*** Begin section ***

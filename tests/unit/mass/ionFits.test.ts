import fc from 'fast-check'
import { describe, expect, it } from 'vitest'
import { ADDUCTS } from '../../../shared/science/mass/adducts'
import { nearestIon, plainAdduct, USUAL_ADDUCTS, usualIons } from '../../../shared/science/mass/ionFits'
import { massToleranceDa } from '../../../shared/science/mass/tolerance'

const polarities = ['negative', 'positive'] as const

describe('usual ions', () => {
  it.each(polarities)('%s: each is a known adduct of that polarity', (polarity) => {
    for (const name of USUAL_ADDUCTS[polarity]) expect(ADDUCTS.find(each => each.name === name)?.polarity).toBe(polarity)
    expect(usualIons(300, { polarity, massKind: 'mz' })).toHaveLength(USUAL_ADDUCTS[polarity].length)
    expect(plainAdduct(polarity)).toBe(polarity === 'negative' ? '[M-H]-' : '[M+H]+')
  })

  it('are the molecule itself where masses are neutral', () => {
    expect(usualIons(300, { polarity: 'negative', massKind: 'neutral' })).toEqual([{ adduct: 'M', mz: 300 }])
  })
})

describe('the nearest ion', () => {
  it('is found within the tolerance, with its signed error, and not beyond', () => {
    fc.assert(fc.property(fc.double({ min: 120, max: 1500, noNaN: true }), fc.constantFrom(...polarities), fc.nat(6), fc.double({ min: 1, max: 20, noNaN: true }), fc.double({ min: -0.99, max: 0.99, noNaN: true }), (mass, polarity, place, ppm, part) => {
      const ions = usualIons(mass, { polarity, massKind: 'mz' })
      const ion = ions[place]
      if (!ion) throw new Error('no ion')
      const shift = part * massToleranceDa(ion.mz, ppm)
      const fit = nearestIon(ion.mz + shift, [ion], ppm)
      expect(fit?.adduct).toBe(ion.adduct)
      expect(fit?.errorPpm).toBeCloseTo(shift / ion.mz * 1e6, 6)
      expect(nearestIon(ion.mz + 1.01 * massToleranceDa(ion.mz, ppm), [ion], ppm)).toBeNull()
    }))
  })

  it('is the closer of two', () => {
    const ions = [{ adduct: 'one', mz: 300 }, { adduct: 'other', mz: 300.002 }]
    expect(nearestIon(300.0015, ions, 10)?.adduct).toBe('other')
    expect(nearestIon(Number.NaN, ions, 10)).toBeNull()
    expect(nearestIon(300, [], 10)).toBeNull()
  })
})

*** End section ***
*** Begin section ***

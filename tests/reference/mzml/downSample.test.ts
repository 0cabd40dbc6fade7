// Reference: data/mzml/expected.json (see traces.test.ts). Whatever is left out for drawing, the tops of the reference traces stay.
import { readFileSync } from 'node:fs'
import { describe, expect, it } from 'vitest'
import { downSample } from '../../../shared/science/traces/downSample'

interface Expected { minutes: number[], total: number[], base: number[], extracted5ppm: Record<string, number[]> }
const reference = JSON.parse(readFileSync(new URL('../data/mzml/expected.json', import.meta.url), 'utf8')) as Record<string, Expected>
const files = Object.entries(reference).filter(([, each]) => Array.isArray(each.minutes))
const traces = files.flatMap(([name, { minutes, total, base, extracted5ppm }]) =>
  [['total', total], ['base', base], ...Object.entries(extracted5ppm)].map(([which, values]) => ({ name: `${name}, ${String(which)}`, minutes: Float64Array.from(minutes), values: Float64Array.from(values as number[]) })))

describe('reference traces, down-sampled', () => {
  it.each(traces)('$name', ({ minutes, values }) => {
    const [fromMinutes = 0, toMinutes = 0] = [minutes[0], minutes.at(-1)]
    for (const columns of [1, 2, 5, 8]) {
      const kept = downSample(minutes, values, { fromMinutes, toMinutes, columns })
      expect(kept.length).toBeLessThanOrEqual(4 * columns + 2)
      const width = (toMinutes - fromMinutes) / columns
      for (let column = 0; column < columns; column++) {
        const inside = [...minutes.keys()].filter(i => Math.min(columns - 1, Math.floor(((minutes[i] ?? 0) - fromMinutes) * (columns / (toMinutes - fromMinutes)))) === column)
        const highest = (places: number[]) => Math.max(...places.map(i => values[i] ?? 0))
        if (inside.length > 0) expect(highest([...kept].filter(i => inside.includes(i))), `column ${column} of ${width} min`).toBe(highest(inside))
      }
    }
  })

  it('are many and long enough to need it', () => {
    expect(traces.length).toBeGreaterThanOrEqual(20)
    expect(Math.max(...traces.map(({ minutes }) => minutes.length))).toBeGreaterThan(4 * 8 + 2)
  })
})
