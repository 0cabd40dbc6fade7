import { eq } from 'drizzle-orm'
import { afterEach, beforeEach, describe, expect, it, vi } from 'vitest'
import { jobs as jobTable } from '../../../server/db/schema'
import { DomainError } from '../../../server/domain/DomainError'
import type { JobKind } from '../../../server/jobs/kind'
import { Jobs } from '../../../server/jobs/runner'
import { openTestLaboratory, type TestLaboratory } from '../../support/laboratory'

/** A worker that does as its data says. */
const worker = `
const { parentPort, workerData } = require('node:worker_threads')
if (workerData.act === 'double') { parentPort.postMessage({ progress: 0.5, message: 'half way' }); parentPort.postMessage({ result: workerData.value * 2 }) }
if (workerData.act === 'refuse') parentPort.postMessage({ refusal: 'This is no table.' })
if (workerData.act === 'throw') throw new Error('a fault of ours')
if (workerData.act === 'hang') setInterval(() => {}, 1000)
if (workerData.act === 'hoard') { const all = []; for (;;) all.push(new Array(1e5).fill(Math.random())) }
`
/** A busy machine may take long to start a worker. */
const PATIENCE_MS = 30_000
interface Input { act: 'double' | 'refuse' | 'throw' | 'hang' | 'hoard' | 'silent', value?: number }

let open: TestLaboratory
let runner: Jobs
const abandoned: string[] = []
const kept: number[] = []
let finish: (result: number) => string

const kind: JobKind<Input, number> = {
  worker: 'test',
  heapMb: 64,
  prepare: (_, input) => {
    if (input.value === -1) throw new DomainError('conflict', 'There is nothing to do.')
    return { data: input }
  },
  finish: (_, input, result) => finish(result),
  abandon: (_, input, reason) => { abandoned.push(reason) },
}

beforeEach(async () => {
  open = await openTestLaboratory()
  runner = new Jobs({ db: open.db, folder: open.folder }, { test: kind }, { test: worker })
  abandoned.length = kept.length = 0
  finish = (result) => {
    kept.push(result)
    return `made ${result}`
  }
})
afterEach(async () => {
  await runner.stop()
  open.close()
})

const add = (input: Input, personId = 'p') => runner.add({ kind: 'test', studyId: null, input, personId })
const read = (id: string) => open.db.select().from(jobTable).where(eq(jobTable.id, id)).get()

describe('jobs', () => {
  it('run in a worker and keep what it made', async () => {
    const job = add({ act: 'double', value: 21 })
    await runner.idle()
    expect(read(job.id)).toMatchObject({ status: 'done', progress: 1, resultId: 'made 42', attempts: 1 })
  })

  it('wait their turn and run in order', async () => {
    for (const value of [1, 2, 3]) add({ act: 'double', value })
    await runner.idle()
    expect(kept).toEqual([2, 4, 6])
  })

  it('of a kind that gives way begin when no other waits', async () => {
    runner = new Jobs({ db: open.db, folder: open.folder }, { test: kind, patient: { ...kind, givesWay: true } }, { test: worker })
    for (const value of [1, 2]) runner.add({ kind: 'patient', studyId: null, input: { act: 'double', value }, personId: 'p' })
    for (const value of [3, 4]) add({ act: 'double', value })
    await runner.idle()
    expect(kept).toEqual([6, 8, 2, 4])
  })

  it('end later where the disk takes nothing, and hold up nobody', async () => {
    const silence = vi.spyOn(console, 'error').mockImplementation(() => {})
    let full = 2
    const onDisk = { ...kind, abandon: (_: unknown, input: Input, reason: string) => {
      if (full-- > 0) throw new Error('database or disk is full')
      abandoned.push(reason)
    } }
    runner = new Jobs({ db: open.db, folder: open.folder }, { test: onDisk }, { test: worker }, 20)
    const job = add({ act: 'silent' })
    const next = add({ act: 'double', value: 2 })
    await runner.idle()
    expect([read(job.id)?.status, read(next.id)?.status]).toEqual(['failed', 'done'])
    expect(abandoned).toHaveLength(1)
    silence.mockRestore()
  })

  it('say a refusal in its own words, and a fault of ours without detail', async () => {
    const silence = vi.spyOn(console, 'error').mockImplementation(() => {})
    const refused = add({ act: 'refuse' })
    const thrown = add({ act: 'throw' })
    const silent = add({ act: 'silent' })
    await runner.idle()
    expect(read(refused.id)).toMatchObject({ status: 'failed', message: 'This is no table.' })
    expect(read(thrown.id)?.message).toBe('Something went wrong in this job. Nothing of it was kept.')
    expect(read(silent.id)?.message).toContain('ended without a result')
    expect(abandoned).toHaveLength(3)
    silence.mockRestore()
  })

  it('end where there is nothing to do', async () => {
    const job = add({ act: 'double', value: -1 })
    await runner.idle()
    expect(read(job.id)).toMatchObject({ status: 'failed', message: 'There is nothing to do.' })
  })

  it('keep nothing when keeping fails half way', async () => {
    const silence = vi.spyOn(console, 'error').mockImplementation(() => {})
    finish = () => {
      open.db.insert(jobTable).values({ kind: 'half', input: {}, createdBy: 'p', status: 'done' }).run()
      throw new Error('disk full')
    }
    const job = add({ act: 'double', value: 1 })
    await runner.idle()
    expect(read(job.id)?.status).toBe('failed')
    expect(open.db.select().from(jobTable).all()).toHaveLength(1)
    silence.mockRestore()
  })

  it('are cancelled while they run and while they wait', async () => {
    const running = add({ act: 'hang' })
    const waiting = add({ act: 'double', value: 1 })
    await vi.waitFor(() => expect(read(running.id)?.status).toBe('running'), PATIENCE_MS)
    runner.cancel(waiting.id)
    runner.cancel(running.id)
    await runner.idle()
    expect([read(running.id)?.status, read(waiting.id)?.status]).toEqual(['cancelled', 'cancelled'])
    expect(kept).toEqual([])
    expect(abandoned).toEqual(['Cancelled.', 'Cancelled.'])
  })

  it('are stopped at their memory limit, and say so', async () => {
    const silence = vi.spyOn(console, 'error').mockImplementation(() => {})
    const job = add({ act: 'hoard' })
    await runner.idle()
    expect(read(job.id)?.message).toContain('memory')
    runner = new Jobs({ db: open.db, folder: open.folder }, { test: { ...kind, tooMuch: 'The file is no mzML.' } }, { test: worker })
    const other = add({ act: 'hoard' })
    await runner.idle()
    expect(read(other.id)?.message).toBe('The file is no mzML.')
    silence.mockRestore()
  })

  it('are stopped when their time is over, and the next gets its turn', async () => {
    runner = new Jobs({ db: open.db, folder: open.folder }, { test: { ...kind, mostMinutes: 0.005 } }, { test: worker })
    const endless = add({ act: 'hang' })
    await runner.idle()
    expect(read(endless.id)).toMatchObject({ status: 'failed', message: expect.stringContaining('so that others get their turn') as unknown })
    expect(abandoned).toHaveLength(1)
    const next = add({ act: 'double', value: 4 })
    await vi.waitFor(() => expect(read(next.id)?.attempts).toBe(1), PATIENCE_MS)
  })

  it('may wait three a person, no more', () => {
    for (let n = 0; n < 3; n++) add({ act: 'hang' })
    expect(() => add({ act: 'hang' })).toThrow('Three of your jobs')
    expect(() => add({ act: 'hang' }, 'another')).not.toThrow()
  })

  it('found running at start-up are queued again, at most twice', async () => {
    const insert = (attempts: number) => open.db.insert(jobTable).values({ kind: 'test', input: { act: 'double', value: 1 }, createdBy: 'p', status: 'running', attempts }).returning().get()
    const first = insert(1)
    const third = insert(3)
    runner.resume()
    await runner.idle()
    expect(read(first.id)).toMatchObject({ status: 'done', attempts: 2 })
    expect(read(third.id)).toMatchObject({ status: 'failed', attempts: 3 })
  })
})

*** End section ***
*** Begin section ***

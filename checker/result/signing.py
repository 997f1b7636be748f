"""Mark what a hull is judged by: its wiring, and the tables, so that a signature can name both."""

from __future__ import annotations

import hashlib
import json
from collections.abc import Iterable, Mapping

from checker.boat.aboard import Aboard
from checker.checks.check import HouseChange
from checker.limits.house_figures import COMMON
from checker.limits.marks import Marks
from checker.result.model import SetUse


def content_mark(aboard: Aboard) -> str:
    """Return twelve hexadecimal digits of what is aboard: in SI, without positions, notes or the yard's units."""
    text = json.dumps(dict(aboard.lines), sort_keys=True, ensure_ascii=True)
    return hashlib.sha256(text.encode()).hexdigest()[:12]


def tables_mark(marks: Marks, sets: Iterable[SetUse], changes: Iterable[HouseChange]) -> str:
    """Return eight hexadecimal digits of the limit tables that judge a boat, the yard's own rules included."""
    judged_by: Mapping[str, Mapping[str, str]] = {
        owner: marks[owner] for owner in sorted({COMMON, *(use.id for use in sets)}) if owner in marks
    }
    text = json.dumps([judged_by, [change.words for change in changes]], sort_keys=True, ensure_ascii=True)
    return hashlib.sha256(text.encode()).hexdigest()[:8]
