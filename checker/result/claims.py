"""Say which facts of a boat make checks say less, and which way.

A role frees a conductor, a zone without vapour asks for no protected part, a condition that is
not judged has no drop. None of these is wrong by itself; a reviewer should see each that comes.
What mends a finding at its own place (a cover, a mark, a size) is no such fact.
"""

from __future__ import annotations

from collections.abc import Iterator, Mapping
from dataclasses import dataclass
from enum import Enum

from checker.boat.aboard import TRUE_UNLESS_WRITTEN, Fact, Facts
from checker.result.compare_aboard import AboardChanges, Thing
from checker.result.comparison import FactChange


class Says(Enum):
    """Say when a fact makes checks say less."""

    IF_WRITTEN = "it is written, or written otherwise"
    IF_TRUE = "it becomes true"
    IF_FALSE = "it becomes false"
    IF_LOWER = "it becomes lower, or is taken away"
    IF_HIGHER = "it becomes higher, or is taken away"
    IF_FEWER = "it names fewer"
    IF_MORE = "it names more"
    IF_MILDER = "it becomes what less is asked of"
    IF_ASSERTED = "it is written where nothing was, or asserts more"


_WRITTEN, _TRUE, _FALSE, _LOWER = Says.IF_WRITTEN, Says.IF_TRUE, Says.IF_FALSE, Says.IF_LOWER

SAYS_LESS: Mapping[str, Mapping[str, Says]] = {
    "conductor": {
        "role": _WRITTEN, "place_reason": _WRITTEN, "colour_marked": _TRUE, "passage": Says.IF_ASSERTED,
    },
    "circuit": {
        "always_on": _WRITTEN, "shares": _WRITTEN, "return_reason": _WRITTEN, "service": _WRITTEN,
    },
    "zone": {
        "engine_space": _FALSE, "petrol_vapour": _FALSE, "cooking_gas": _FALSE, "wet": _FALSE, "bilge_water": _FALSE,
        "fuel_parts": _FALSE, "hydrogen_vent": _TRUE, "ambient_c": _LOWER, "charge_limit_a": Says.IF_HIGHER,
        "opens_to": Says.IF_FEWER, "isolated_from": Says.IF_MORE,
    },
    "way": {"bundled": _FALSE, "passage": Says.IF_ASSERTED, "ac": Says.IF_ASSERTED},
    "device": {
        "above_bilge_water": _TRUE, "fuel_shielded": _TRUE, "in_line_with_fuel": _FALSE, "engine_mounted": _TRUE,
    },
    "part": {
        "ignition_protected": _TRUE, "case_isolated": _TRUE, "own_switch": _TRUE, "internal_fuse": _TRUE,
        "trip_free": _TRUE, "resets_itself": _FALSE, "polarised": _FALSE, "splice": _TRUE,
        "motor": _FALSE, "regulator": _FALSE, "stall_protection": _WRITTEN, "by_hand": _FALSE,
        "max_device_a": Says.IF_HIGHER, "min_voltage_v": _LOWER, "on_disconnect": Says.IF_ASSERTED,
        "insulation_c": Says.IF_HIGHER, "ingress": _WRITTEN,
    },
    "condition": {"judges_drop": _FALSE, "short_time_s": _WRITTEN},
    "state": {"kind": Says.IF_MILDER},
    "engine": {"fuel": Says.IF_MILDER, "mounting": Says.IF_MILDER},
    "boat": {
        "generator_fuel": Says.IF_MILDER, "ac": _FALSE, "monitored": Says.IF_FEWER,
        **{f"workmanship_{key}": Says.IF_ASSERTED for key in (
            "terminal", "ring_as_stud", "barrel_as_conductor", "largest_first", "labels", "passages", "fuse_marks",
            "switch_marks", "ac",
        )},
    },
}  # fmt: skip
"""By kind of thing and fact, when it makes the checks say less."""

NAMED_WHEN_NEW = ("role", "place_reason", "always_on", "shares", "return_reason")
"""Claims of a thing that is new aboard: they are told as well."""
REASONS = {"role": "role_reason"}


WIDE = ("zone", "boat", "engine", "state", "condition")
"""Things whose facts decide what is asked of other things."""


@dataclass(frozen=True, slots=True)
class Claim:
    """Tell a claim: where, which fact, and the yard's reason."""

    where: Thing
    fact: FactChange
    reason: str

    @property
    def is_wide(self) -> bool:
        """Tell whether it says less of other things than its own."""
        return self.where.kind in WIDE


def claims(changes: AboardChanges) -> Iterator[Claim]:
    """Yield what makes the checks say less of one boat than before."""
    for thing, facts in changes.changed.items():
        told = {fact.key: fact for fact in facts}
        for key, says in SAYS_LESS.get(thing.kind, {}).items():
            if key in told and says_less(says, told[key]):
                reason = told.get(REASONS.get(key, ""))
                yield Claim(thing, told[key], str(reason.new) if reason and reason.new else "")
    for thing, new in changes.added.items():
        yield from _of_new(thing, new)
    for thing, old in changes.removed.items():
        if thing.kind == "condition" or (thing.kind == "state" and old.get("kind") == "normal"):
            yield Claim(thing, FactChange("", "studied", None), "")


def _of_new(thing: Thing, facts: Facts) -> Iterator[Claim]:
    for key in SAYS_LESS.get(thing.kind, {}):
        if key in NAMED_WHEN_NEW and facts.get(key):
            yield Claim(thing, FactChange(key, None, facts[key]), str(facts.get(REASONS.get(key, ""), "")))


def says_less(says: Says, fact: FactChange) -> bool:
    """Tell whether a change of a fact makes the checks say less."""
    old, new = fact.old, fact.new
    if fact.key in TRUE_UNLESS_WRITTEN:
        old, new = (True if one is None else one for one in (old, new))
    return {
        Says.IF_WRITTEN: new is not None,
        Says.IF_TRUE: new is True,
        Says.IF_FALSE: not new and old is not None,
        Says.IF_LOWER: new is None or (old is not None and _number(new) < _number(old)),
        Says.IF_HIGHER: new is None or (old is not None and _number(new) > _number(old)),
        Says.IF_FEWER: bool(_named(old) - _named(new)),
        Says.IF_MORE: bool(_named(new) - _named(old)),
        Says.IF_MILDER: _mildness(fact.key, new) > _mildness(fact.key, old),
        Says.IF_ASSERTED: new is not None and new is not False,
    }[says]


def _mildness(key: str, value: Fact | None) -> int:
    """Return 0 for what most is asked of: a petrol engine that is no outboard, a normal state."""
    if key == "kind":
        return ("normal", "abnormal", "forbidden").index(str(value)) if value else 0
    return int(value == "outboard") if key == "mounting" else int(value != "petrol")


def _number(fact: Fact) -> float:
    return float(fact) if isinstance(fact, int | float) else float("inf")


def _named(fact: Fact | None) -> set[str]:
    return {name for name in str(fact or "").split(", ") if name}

*** End section ***

Work required: Above are the lines; repeat exactly the ones from the line containing "data says. */" down to the line containing "const PATIENCE_MS = 30_000", both inclusive.

Response:
/** A worker that does as its data says. */
const worker = `
const { parentPort, workerData } = require('node:worker_threads')
if (workerData.act === 'double') { parentPort.postMessage({ progress: 0.5, message: 'half way' }); parentPort.postMessage({ result: workerData.value * 2 }) }
if (workerData.act === 'refuse') parentPort.postMessage({ refusal: 'This is no table.' })
if (workerData.act === 'throw') throw new Error('a fault of ours')
if (workerData.act === 'hang') setInterval(() => {}, 1000)
if (workerData.act === 'hoard') { const all = []; for (;;) all.push(new Array(1e5).fill(Math.random())) }
`
/** A busy machine may take long to start a worker. */
const PATIENCE_MS = 30_000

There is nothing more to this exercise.